I think the reason its setting FARGATE is because its inferring it from the ECS task that's launching the run, setting
use_current_ecs_task_config
to false would make it not do that
if you do that it's possible you'll need to add the
cluster
and/or
networkConfiguration
keys to
run_task_kwargs
as well
a
Hi @daniel, does it still take the task definition of the corresponding gRPC if I set the
use_current_ecs_task_config
to false? As we use 5 different shopfloors which each have a different gRPC containing a unique conda environment activated (this cannot change!).
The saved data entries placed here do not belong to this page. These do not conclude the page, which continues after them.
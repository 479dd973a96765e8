/** One call of the command line, from its words to its exit status. Ends no process and throws nothing. */
import { CommanderError } from 'commander';
import type { Io } from './io.ts';
import { issueText } from './issueText.ts';
import { jsonText } from './jsonText.ts';
import { buildProgram } from './program.ts';
import { programVersion } from './programVersion.ts';
import { exitStatus, JobRefusal, Refusal } from './refusal.ts';

/** `argv` holds the words after the program's name. */
export async function main(argv: readonly string[], io: Io): Promise<number> {
  try {
    return await run(argv, io);
  } catch (trouble) {
    if (trouble instanceof Refusal) {
      io.err(`ohmwright: ${trouble.message}\n`);
      return trouble.status;
    }
    const what = trouble instanceof Error ? trouble.message : String(trouble);
    io.err(`ohmwright: a defect of the program, please report it with the job: ${what.slice(0, 2000)}\n`);
    return exitStatus.defect;
  }
}

async function run(argv: readonly string[], io: Io): Promise<number> {
  if (argv.includes('--version')) {
    await io.out(`${programVersion}\n`);
    return exitStatus.done;
  }
  let printed = '';
  let status: number = exitStatus.done;
  const program = buildProgram(io, {
    printed: (text) => {
      printed += text;
    },
    complained: (text) => {
      io.err(text);
    },
    answered: (answer) => {
      status = answer;
    },
  });
  try {
    await program.parseAsync([...argv], { from: 'user' });
  } catch (trouble) {
    status = await refused(trouble, argv, io);
  }
  if (printed !== '') await io.out(printed);
  return status;
}

/** Help and wrong words come as errors of the parser, issues as errors of a command; anything else is thrown on. */
async function refused(trouble: unknown, argv: readonly string[], io: Io): Promise<number> {
  if (trouble instanceof CommanderError) return trouble.exitCode === 0 ? exitStatus.done : exitStatus.words;
  if (!(trouble instanceof JobRefusal)) throw trouble;
  if (argv.includes('--json')) await io.out(jsonText({ issues: trouble.issues }));
  else io.err(issueText(trouble.file, trouble.issues));
  return exitStatus.issues;
}
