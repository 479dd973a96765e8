/** Which findings to show: by severity, part, case, family of rules, and words. */
import Box from '@mui/material/Box';
import Button from '@mui/material/Button';
import TextField from '@mui/material/TextField';
import ToggleButton from '@mui/material/ToggleButton';
import type { ReactElement } from 'react';
import type { Severity } from '../../../core/api.ts';
import { partName, SEVERITIES, SEVERITY_WORDS } from '../../../core/api.ts';
import { SeverityMark } from '../../controls/SeverityMark.tsx';
import { useOpenJob } from '../../state/openJob.ts';
import {
  caseWords,
  choices,
  FAMILY_WORDS,
  type FindingFilter,
  isFiltered,
  type ListedFinding,
  NO_FILTER,
} from './findingList.ts';

export interface FindingFiltersProps {
  readonly all: readonly ListedFinding[];
  /** How many are left by the filter. */
  readonly shown: number;
  readonly filter: FindingFilter;
  readonly onChange: (filter: FindingFilter) => void;
}

export function FindingFilters({ all, shown, filter, onChange }: FindingFiltersProps): ReactElement {
  const job = useOpenJob(({ job }) => job);
  const { parts, cases, families } = choices(all, job);
  return (
    <Box
      component="search"
      aria-label="Findings to show"
      sx={{ display: 'flex', flexWrap: 'wrap', gap: '0.5rem', alignItems: 'center', mb: '0.5rem' }}
    >
      <SeverityButtons all={all} filter={filter} onChange={onChange} />
      <Choice
        label="Part"
        value={filter.part}
        options={parts.map((id) => [id, partName(job, id)])}
        onChange={(part) => onChange({ ...filter, part })}
      />
      <Choice
        label="Case"
        value={filter.case}
        options={cases.map((id) => [id, caseWords(job, id)])}
        onChange={(chosen) => onChange({ ...filter, case: chosen })}
      />
      <Choice
        label="About"
        value={filter.family}
        options={families.map((family) => [family, FAMILY_WORDS[family]])}
        onChange={(family) => onChange({ ...filter, family })}
      />
      <TextField
        label="Words"
        value={filter.text}
        onChange={({ target }) => onChange({ ...filter, text: target.value })}
        sx={{ width: '11rem', ...COARSE }}
        slotProps={{ htmlInput: { maxLength: 200, type: 'search' } }}
      />
      {isFiltered(filter) && (
        <Button variant="outlined" onClick={() => onChange(NO_FILTER)}>
          {shown} of {all.length} shown: show all
        </Button>
      )}
    </Box>
  );
}

function SeverityButtons({ all, filter, onChange }: Omit<FindingFiltersProps, 'shown'>): ReactElement {
  const toggle = (severity: Severity): void => {
    const severities = new Set(filter.severities);
    if (!severities.delete(severity)) severities.add(severity);
    onChange({ ...filter, severities });
  };
  return (
    <Box component="fieldset" aria-label="Severity" sx={SEVERITIES_IN_A_ROW}>
      {SEVERITIES.map((severity) => {
        const count = all.filter(({ finding }) => finding.severity === severity).length;
        return (
          <ToggleButton
            key={severity}
            value={severity}
            size="small"
            selected={filter.severities.has(severity)}
            disabled={count === 0}
            onChange={() => toggle(severity)}
            title={SEVERITY_WORDS[severity].meaning}
            sx={SEVERITY_BUTTON}
          >
            <SeverityMark severity={severity} count={count} />
          </ToggleButton>
        );
      })}
    </Box>
  );
}

const COARSE = { '@media (pointer: coarse)': { '& .MuiInputBase-root': { minHeight: 44 } } } as const;

const SEVERITIES_IN_A_ROW = { display: 'flex', gap: '0.25rem', flexWrap: 'wrap', border: 0, m: 0, p: 0 } as const;

const SEVERITY_BUTTON = {
  gap: '0.375rem',
  minHeight: '2.25rem',
  paddingBlock: '0.125rem',
  paddingInline: '0.625rem',
  color: 'var(--ink)',
  borderColor: 'var(--edge)',
  fontSize: '0.875rem',
  '&.Mui-selected, &.Mui-selected:hover': {
    backgroundColor: 'var(--lit)',
    color: 'var(--ink)',
    boxShadow: 'inset 0 -3px 0 var(--copper)',
  },
  '&.Mui-disabled': { color: 'var(--soft)', borderColor: 'var(--hair)' },
  '&.Mui-focusVisible': { outline: '2px solid var(--volt)', outlineOffset: 2 },
  '@media (pointer: coarse)': { minHeight: 44 },
} as const;

interface ChoiceProps {
  readonly label: string;
  readonly value: string;
  readonly options: readonly (readonly [string, string])[];
  readonly onChange: (value: string) => void;
}

/** The browser's own list: it takes keys, touch and a screen reader as the person knows them. */
function Choice({ label, value, options, onChange }: ChoiceProps): ReactElement {
  return (
    <TextField
      select
      label={label}
      value={value}
      disabled={options.length < 2 && value === ''}
      onChange={({ target }) => onChange(target.value)}
      slotProps={{ select: { native: true }, inputLabel: { shrink: true } }}
      sx={{ width: '10rem', ...COARSE }}
    >
      <option value="">all</option>
      {options.map(([id, words]) => (
        <option key={id} value={id}>
          {words}
        </option>
      ))}
    </TextField>
  );
}
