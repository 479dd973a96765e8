/** The words of `strings`: which joints, from what readings, over what lead, how many draws, which cycle. */
import { Option } from 'commander';
import {
  type CheckedJob,
  type CycleStep,
  caseById,
  type DriftRequest,
  type JoinAsk,
  type JoinSideAsk,
  nearestNameHint,
  type PartId,
  parseQuantity,
  quoted,
  type UnitName,
  usualCycle,
} from '../../core/api.ts';
import { tables } from '../../data/index.ts';
import type { CommandOptions } from './options.ts';
import { exitStatus, Refusal } from './refusal.ts';

export interface StringsOptions extends CommandOptions {
  readonly join?: readonly string[];
  readonly volts?: readonly string[];
  readonly charge?: readonly string[];
  readonly limit?: readonly string[];
  readonly lead?: string;
  readonly draws?: string;
  readonly seed?: string;
  readonly drift?: string;
  readonly cycle?: string;
}

const again = (word: string, earlier: readonly string[] | undefined): readonly string[] => [...(earlier ?? []), word];

export const stringsOptions: readonly Option[] = [
  new Option(
    '--join <a,b>',
    'what happens when two strings or banks (A+B) are joined now (may be given again)',
  ).argParser(again),
  new Option('--volts <a,b>', 'volts read at rest on the two sides of a joint, as "12.8 V,12.1 V"').argParser(again),
  new Option('--charge <a,b>', 'states of charge of the two sides of a joint, as "0.9,0.4"').argParser(again),
  new Option('--limit <amps>', 'the most that may flow between the two sides of a joint, as "50 A"').argParser(again),
  new Option('--lead <ohms>', 'resistance of what joins two sides, both ways together, as "2 mOhm"'),
  new Option('--draws <n>', 'draws over the assumed figures, 1000 where not said'),
  new Option('--seed <n>', 'where the draws begin, 1 where not said'),
  new Option('--drift <n>', 'so many cycles of use, each string with its own charge'),
  new Option('--cycle <steps>', 'what a cycle is, as "evening:6 h,charge:8 h,at-rest:10 h"'),
];

/** Bounds of what may be asked for, so that an answer comes in minutes. */
const mostDraws = 1_000_000;
const largestSeed = 0xff_ff_ff_ff;
const mostCycles = 1000;
const longestStepS = 900;

export const drawsOf = ({ draws }: StringsOptions): number => wholeNumber('--draws', draws, 1000, 1, mostDraws);
export const seedOf = ({ seed }: StringsOptions): number => wholeNumber('--seed', seed, 1, 0, largestSeed);

export function leadOf({ lead }: StringsOptions): number | undefined {
  return lead === undefined ? undefined : quantity('--lead', lead, 'ohm');
}

function wholeNumber(word: string, text: string | undefined, standard: number, least: number, most: number): number {
  if (text === undefined) return standard;
  const value = /^\d+$/.test(text) ? Number(text) : Number.NaN;
  if (value >= least && value <= most) return value;
  throw refused(`${word} wants a whole number from ${String(least)} to ${String(most)}, got ${quoted(text)}.`);
}

function refused(message: string): Refusal {
  return new Refusal(exitStatus.words, message);
}

function quantity(word: string, text: string, unit: UnitName): number {
  const read = parseQuantity({ text: text.trim(), unit });
  if (!read.ok) throw refused(`${word}: ${read.message}.`);
  if (read.value >= 0) return read.value;
  throw refused(`${word}: ${quoted(text)} is below nought.`);
}

/** The joints asked for; `undefined` where none was, and the usual ones are to be told. */
export function joinsOf(job: CheckedJob, options: StringsOptions): readonly JoinAsk[] | undefined {
  const { join, volts, charge, limit } = options;
  if (join === undefined) {
    for (const [word, given] of Object.entries({ volts, charge, limit })) {
      if (given !== undefined) throw refused(`--${word} belongs to a joint; name its two sides with --join a,b.`);
    }
    return undefined;
  }
  asOften('--volts', volts, join);
  asOften('--charge', charge, join);
  if (limit !== undefined && limit.length > 1) asOften('--limit', limit, join);
  return join.map((sides, index) => {
    const [a, b] = sidesOf(job, sides);
    const read = pairOf('--volts', volts?.[index], (text) => quantity('--volts', text, 'V'));
    const full = pairOf('--charge', charge?.[index], chargeOf);
    const limitText = limit?.[index] ?? limit?.[0];
    return {
      a: { ...a, volts: read?.[0], charge: full?.[0] },
      b: { ...b, volts: read?.[1], charge: full?.[1] },
      limitA: limitText === undefined ? undefined : quantity('--limit', limitText, 'A'),
    };
  });
}

function asOften(word: string, given: readonly string[] | undefined, join: readonly string[]): void {
  if (given === undefined || given.length === join.length) return;
  throw refused(
    `Give ${word} once for each --join, in the same order: ${String(given.length)} for ${String(join.length)} now.`,
  );
}

function pairOf(
  word: string,
  text: string | undefined,
  read: (text: string) => number,
): readonly [number, number] | undefined {
  if (text === undefined) return undefined;
  const [first, second, ...more] = text.split(',');
  if (first === undefined || second === undefined || more.length > 0) {
    throw refused(`${word} wants two figures with a comma between them, got ${quoted(text)}.`);
  }
  return [read(first), read(second)];
}

function chargeOf(text: string): number {
  const written = text.trim();
  const value = written.endsWith('%')
    ? quantity('--charge', written, '1')
    : written === ''
      ? Number.NaN
      : Number(written);
  if (value >= 0 && value <= 1) return value;
  throw refused(`--charge wants states of charge from 0 to 1, got ${quoted(written)}.`);
}

/** Names may hold commas and plus signs themselves, so a name as a whole is tried first. */
function sidesOf(job: CheckedJob, text: string): readonly [JoinSideAsk, JoinSideAsk] {
  const pieces = text.split(',');
  if (pieces.length < 2) throw refused(`--join wants two sides with a comma between them, got ${quoted(text)}.`);
  const ids = job.parts.flatMap((part) => (part.kind === 'string' ? [part.id] : []));
  for (let at = 1; at < pieces.length; at++) {
    const a = sideOf(ids, pieces.slice(0, at).join(','));
    const b = sideOf(ids, pieces.slice(at).join(','));
    if (!('unknown' in a || 'unknown' in b)) return distinct(a.strings, b.strings, text);
  }
  const unknown = [pieces[0]!, pieces.slice(1).join(',')]
    .map((side) => sideOf(ids, side))
    .flatMap((side) => ('unknown' in side ? [side.unknown] : []))[0]!;
  throw refused(
    `--join: the job has no string ${quoted(unknown)}${nearestNameHint(unknown, ids)}. It has ${ids.slice(0, 20).join(', ')}.`,
  );
}

function sideOf(
  ids: readonly PartId[],
  text: string,
): { readonly strings: readonly PartId[] } | { readonly unknown: string } {
  const whole = ids.find((id) => id === text.trim());
  if (whole !== undefined) return { strings: [whole] };
  const names = text.split('+').map((name) => name.trim());
  const found = names.map((name) => ids.find((id) => id === name));
  const missing = found.indexOf(undefined);
  return missing < 0 ? { strings: found.filter((id) => id !== undefined) } : { unknown: names[missing]! };
}

function distinct(a: readonly PartId[], b: readonly PartId[], text: string): readonly [JoinSideAsk, JoinSideAsk] {
  if (a.some((id) => b.includes(id))) throw refused(`--join ${quoted(text)} has the same string on both sides.`);
  return [{ strings: a }, { strings: b }];
}

/** The cycles of use asked for; throws a `Refusal` where there is no cycle to run. */
export function driftAsked(job: CheckedJob, { drift, cycle }: StringsOptions): DriftRequest | undefined {
  if (drift === undefined) {
    if (cycle !== undefined) throw refused('--cycle says what a cycle is; say how many with --drift N.');
    return undefined;
  }
  const cycles = wholeNumber('--drift', drift, 1, 1, mostCycles);
  if (cycle !== undefined)
    return { cycle: cycle.split(',').map((step) => stepOf(job, step)), cycles, stepS: longestStepS };
  const usual = usualCycle({ job, tables });
  if (usual !== null) return { ...usual, cycles };
  throw refused(
    '--drift: the cases of the job make no cycle of use and charge; say one with --cycle "case:6 h,other:8 h".',
  );
}

function stepOf(job: CheckedJob, text: string): CycleStep {
  const at = text.lastIndexOf(':');
  if (at < 1) throw refused(`--cycle wants steps such as "evening:6 h", got ${quoted(text)}.`);
  const id = text.slice(0, at).trim();
  if (caseById(job, id) === undefined) {
    const known = [...job.cases.map((each) => each.id), 'at-rest'];
    throw refused(`--cycle: the job has no case ${quoted(id)}${nearestNameHint(id, known)}.`);
  }
  const hours = quantity('--cycle', text.slice(at + 1), 'h');
  if (hours > 0) return { case: id, hours };
  throw refused(`--cycle: a step takes more than nought hours, got ${quoted(text)}.`);
}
Also, the error I got from boto3 was that it mentioned that you cannot have both
capacityProvider
and
launchType
defined. And this won't be solved when setting the
use_current_ecs_task_config
to false I assume (as it still takes a base configuration from somewhere that contains launchType)?
d
from looking through the code, I believe it will be solved, The only place we set FARGATE explicitly is when that is pulled from the current task
And yes setting, use_current_ecs_task_config to false shouldn't affect anything task definition related
a
Oke, will check this as soon as possible! Thanks for the fast reply 🙂 What about the implementation of the Dagster reserved tag for setting the capacityProvider, as this enables job-level implementation rather than infrastructure wide? Would this be a relatively quick feature to built or does it have a lot of dependencies?
d
I think that would be a quick one - similar to this tag, but for run task kwargs instead of just overrides: https://github.com/dagster-io/dagster/blob/master/python_modules/libraries/dagster-aws/dagster_aws/ecs/launcher.py#L427
a
Do I then need to change my current issue to the Dagster reserved tag for setting
capacityProvider
?
d
You could edit that one or file a new one - i think the ask in the original issue is still reasonable (to not set the launchType if it will lead to an invalid configuration)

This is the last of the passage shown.